I have taken one particular example of a test often found in signatures: Here. I've chosen to focus on F vs T for this example. This is because I *always* score highly on T in tests, despite suspecting I have strong Fi use. It can be unfortunate in situations where one uses a particular cognitive function and the test simply cannot pick up on it, giving inaccurate results. I have seen this in the other dichotomies just as often.

*Remember, both F and T are rational.*
All of Fi, Fe, Ti and Te are rational functions. They come to logically consistent conclusions through different filters. S and N are irrational, as they are data collectors, not filters.

I will take an *Fi approach* to this analysis. So, here we go:



> 2. When in conversation, I
> say things as they are
> am careful to avoid conflict


More related to social confidence/comfort. Could be Enneagram 9 related.



> 6. I am quick to
> critique
> compliment


Quickness is irrelevant, and whether you notice something positive or negative depends on you.



> 9. I dislike it when people are too
> insensitive
> emotional


Emotionality has nothing to do with F vs T. That is what "Neuroticism" refers to in Big Five. I suspect like attracts like in that regard.



> 10. Talking about feelings and emotions is
> easy
> difficult


This is more in the realm of introversion/extroversion, but probably has more to do with how reserved one is.



> 21. I prefer someone who is
> empathetic
> efficient


My guess is that this one may be more Te related.



> 23. When judging others I am
> impartial
> partial


Way too vague. Would people admit they are partial?



> 27. When there is a need to correct someone, I am
> quick to do it
> afraid to hurt their feelings


An Fi user could stand up for their principles without regard for others. Might also be Enneagram 1 related.



> 34. When dealing with problems I focus on the
> people
> issues


Way too broad. Sometimes the issue will primarily involve people, other times it will not. F is about values, not people.

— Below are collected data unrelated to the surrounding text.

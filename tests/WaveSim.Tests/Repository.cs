namespace WaveSim.Tests;

/// <summary>The checkout the tests run from, found by walking up from the test binaries to WaveSim.sln.</summary>
internal static class Repository
{
    /// <summary>The folder holding WaveSim.sln.</summary>
    public static readonly string Root = Find();

    /// <summary>A path inside the checkout.</summary>
    public static string PathOf(params string[] parts) => Path.Combine([Root, .. parts]);

    static string Find()
    {
        var d = new DirectoryInfo(AppContext.BaseDirectory);
        while (d is not null && !File.Exists(Path.Combine(d.FullName, "WaveSim.sln"))) d = d.Parent;
        return d?.FullName ?? throw new InvalidOperationException("WaveSim.sln not found above the test folder");
    }
}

> 36. I make decisions based on
> feelings
> logic


One of my personal favourites. F is about values. Values are logical and rational. Feelings are not rational.



> 43. I tend to be more
> reasonable
> personable


Extremely vague. Again, with I/E undertones and people instead of values.



> 46. I am
> soft-hearted
> tough-minded


Another personal favourite. Where does it imply T users can't be soft-hearted or F users can't be tough-minded?



> 52. I want to
> get to know others
> get the task done


Not even sure if this is an I/E or T/F question. Completely irrelevant regardless.



> 60. At work I am
> relationship-focused
> task-oriented


Same as above.



> 63. Give me the
> facts
> personal details


This probably just has to do with how nosy one is about others.



> 65. I am
> subjective
> objective


This one takes the cake. Misleading, vague, inaccurate, irrelevant.



> 66. I value
> justice
> mercy


Probably a matter of Fe vs Te. Hey, at least that's something.



> 67. When making decisions I
> consider the feelings of others
> don't consider the feelings of others


Depends on the individual. Fi users don't have much reason to consider the feelings of others.



> 69. I am governed by my
> head
> heart


Another favourite. Values come from feelings? Mmhmm.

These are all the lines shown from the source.